Frank Stella recommends Sebastiano del Piombo's Flagellation of Christ
Sebastiano's Rome
Flagellation of Christ
c. 1521, Sebastiano
del Piombo
Church of San Pietro in Montorio
In a letter attempting to explain his difficulties with a commissioned altarpiece, Rubens complained of a "perversi lumi." Bad light pervades the churches of Rome, yet sometimes it can be more of a blessing than a curse. Discovering a great painting all by oneself is a thrill that is hard to come by nowadays. Usually, the great paintings are thrown at us, overpresented and overlit, but a few are still somewhat hidden in their original settings, awaiting discovery. What light there is in these Roman churches has been mismanaged over the centuries, diminished by careless renovations. Not surprisingly, the Church of San Pietro in Montorio, just such a dark case, made for a perfect discovery. Pushing my son's stroller over a worn stone floor, I looked up into a reveal to catch a poorly defined aura, the afterglow of what had to be a special painting.
A late-winter afternoon in Rome is not the best time to stalk 16th-century church painting. It's very hard to find your prey. But that afternoon I did flush a great painting out of the Janiculum's shadow. I had no idea of its source. It looked like a Renaissance painting, but it easily could have been a copy, like the compositionally striking Caravaggio I had seen a few days before at the Palazzo Corsini, a fantastic Narcissus, easily the highlight of the collection. I had been very disappointed when my wife read the label of the Narcissus to me-a "copy after Caravaggio." I went into a deep sulk, wondering why I couldn't tell an original from a copy and why this copy was so good, because even confronted by its lack of authenticity, I still wanted it. To me it was a hot painting from the moment I saw it, maybe the hottest cool painting I had ever seen.
The painting in San Pietro in Montorio didn't have the boxy modernism of the Narcissus, but it did have a special kind of in-your-face classicism. It was an over-the-altar painting with mural power, one with "a tiger in its tank." My first guess was a conservative one, maybe after Giulio Romano; my second guess was, "I just don't know." I was surprised by the attribution to Sebastiano del Piombo, but not by the title, The Flagellation; the darkness was not so great that I couldn't make out the action.

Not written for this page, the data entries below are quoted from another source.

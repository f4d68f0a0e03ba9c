'use client';

import { useId } from 'react';

type Props = {
  label: string;
  value: string;
  onChange: (value: string) => void;
  unit?: string;
  hint?: string;
  problem?: string;
  isNumber?: boolean;
};

/** One line of text or a number with its unit; the hint and the problem are tied to the input. */
export function RunTextField({ label, value, onChange, unit, hint, problem, isNumber = true }: Props) {
  const id = useId();
  const described = [hint && `${id}-hint`, problem && `${id}-problem`].filter(Boolean).join(' ');
  return (
    <div className="grid content-start gap-1">
      <label htmlFor={id} className="text-sm font-medium">
        {label}
        {unit && <span className="text-muted font-normal"> ({unit})</span>}
      </label>
      <input
        id={id}
        value={value}
        onChange={(event) => onChange(event.target.value)}
        inputMode={isNumber ? 'decimal' : undefined}
        autoComplete="off"
        aria-invalid={problem !== undefined}
        aria-describedby={described || undefined}
        className={`border-field bg-panel aria-invalid:border-danger h-10 w-full min-w-0 rounded-md border px-3 ${isNumber ? 'font-mono tabular-nums' : ''}`}
      />
      {hint && (
        <p id={`${id}-hint`} className="text-muted text-xs">
          {hint}
        </p>
      )}
      {problem && (
        <p id={`${id}-problem`} className="text-danger text-sm">
          {problem}
        </p>
      )}
    </div>
  );
}
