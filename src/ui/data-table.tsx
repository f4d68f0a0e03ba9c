import type { ReactNode } from 'react';

export type DataColumn<Row> = { header: ReactNode; isNumber?: boolean; show: (row: Row) => ReactNode };

type Props<Row> = {
  caption: string;
  columns: readonly DataColumn<Row>[];
  rows: readonly Row[];
  rowKey: (row: Row) => string;
  /** On screens that are not narrow; what does not fit scrolls inside the table. */
  minWidth?: string;
};

const stackedLine = 'max-sm:grid max-sm:grid-cols-[7.5rem_minmax(0,1fr)] max-sm:gap-4 max-sm:py-1 sm:py-2.5 sm:pr-8';

/**
 * A plain table; its first column names the row. On narrow screens every row becomes a block with a line for each column.
 * Browsers forget what the parts of a table are when they are laid out otherwise, so the roles are said again.
 */
export function DataTable<Row>({ caption, columns, rows, rowKey, minWidth = 'sm:min-w-[52rem]' }: Props<Row>) {
  const [name, ...others] = columns;
  return (
    <div className="overflow-x-auto" tabIndex={0} role="region" aria-label={`Table: ${caption}`}>
      <table role="table" className={`w-full text-sm max-sm:block ${minWidth}`}>
        <caption className="sr-only">{caption}</caption>
        <thead role="rowgroup" className="max-sm:sr-only">
          <tr role="row" className="text-muted align-bottom">
            {columns.map((column, index) => (
              <th
                key={index}
                role="columnheader"
                scope="col"
                className={`py-1.5 pr-8 font-medium ${column.isNumber ? 'text-right' : 'text-left'}`}
              >
                {column.header}
              </th>
            ))}
          </tr>
        </thead>
        <tbody role="rowgroup" className="max-sm:block">
          {rows.map((row) => (
            <tr
              key={rowKey(row)}
              role="row"
              className="border-line hover:bg-panel border-t align-top max-sm:block max-sm:py-3"
            >
              <th
                role="rowheader"
                scope="row"
                className="text-left font-medium max-sm:block max-sm:text-base sm:py-2.5 sm:pr-8"
              >
                {name.show(row)}
              </th>
              {others.map((column, index) => (
                <td key={index} role="cell" className={`${stackedLine} ${lookOf(column)}`}>
                  <span className="text-muted font-sans sm:hidden" aria-hidden="true">
                    {column.header}
                  </span>
                  <div className="min-w-0">{column.show(row)}</div>
                </td>
              ))}
            </tr>
          ))}
        </tbody>
      </table>
    </div>
  );
}

const lookOf = ({ isNumber }: Pick<DataColumn<never>, 'isNumber'>) =>
  isNumber ? 'font-mono tabular-nums sm:whitespace-nowrap sm:text-right' : '';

Three months later I was there, again late in the afternoon, when the painting was perfectly lit, the seasonal angle of the sun being now in my favor. Sebastiano's painting was beautiful, inventive, and expansive. The beauty was all Sebastiano's, brought out by his Venetian gift for full-scale color, intensely articulated and swirling across the canvas from side to side and from top to bottom. Beauty brought out also by his paint-handling and form-building skills, so evident that Michelangelo, in Sidney Freedberg's words, had no reservations about selecting Sebastiano as his deputy in what amounted to a Medici-driven painting contest with Raphael.

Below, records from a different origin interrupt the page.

'use client';

import { useActionState, type ReactNode } from 'react';
import type { FormState } from '@/src/web/form-state';
import { Button } from './button';
import type { ButtonVariant } from './button-style';

type Props = {
  action: (state: FormState, form: FormData) => Promise<FormState>;
  /** What the action is told, as hidden fields. */
  fields?: Readonly<Record<string, string>>;
  label?: string;
  variant?: ButtonVariant;
  /** Asked before something that cannot be undone. */
  question?: string;
  children: ReactNode;
};

/** One action behind one button; a refusal is said beside it. */
export function ActionButton({ action, fields = {}, label, variant = 'secondary', question, children }: Props) {
  const [state, send, isSending] = useActionState(action, {});
  return (
    <form
      action={send}
      onSubmit={(event) => question && !window.confirm(question) && event.preventDefault()}
      className="inline-grid justify-items-start gap-1"
    >
      {Object.entries(fields).map(([name, value]) => (
        <input key={name} type="hidden" name={name} value={value} />
      ))}
      <Button type="submit" size="small" variant={variant} disabled={isSending} aria-label={label}>
        {children}
      </Button>
      {state.message && (
        <p role="alert" className="text-danger max-w-64 text-sm">
          {state.message}
        </p>
      )}
    </form>
  );
}
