'use client';

import { useId, type ReactNode } from 'react';

type Props = {
  label: string;
  value: string;
  onChange: (value: string) => void;
  problem?: string;
  hint?: ReactNode;
  choices: readonly { value: string; label: string }[];
  /** What stands there before anything is chosen. */
  empty?: string;
};

export function RunSelectField({ label, value, onChange, problem, hint, choices, empty }: Props) {
  const id = useId();
  const described = [hint && `${id}-hint`, problem && `${id}-problem`].filter(Boolean).join(' ');
  return (
    <div className="grid content-start gap-1">
      <label htmlFor={id} className="text-sm font-medium">
        {label}
      </label>
      <select
        id={id}
        value={value}
        onChange={(event) => onChange(event.target.value)}
        aria-invalid={problem !== undefined}
        aria-describedby={described || undefined}
        className="border-field bg-panel aria-invalid:border-danger h-10 w-full min-w-0 rounded-md border px-3"
      >
        {empty !== undefined && <option value="">{empty}</option>}
        {choices.map((choice) => (
          <option key={choice.value} value={choice.value}>
            {choice.label}
          </option>
        ))}
      </select>
      {hint && (
        <p id={`${id}-hint`} className="text-muted text-xs">
          {hint}
        </p>
      )}
      {problem && (
        <p id={`${id}-problem`} className="text-danger text-sm">
          {problem}
        </p>
      )}
    </div>
  );
}
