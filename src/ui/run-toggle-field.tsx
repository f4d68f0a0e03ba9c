'use client';

import type { ReactNode } from 'react';

type Props = { label: string; hint: string; isOn: boolean; onChange: (isOn: boolean) => void; children: ReactNode };

/** An effect that is left out unless asked for; its numbers appear with it. */
export function RunToggleField({ label, hint, isOn, onChange, children }: Props) {
  return (
    <div className="grid gap-3">
      <label className="flex cursor-pointer items-start gap-3">
        <input
          type="checkbox"
          checked={isOn}
          onChange={(event) => onChange(event.target.checked)}
          className="accent-chaff mt-1 size-4 shrink-0"
        />
        <span className="text-sm">
          <span className="font-medium">{label}</span>
          <span className="text-muted block">{hint}</span>
        </span>
      </label>
      {isOn && <div className="grid gap-4 pl-7 sm:grid-cols-3">{children}</div>}
    </div>
  );
}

The inventiveness in the painting owes something to Michelangelo's design, which allowed Sebastiano to run wild with a full-blown painterly classicism tinged opportunely with an innate piety. Painterly, pietistic classicism may sound strange, perhaps even at odds with itself, but it is a quality that really counted for a lot in the following hundred years of painting.
Finally, The Flagellation has a convincing expansiveness, an ability to make narrative action and gesture fill the pictorial boundaries to the point that they seem to swell and and bow out the framing edges. In a similar way, Sebastiano's work pushes painting itself beyond the confines of the 16th century into the 17th century. It is clear, too, that it was Sebastiano's brand of Roman painterly classicism that helped make the expansion so fluid and so far-reaching. He easily caught the attention of Caravaggio and Rubens, as we can see by their magnificent versions of the Flagellation. Certainly, this power-enhanced 16th-century Roman art had no trouble beaming itself out all over Italy and across Europe, led, for example, by Sebastiano's Flagellation to Naples and Antwerp. And it's equally certain that any painter, having seen the Roman light, perversi lumi as it could often be, was bound to follow its path all over Italy, and all across Europe, as the history of Western painting so clearly attests.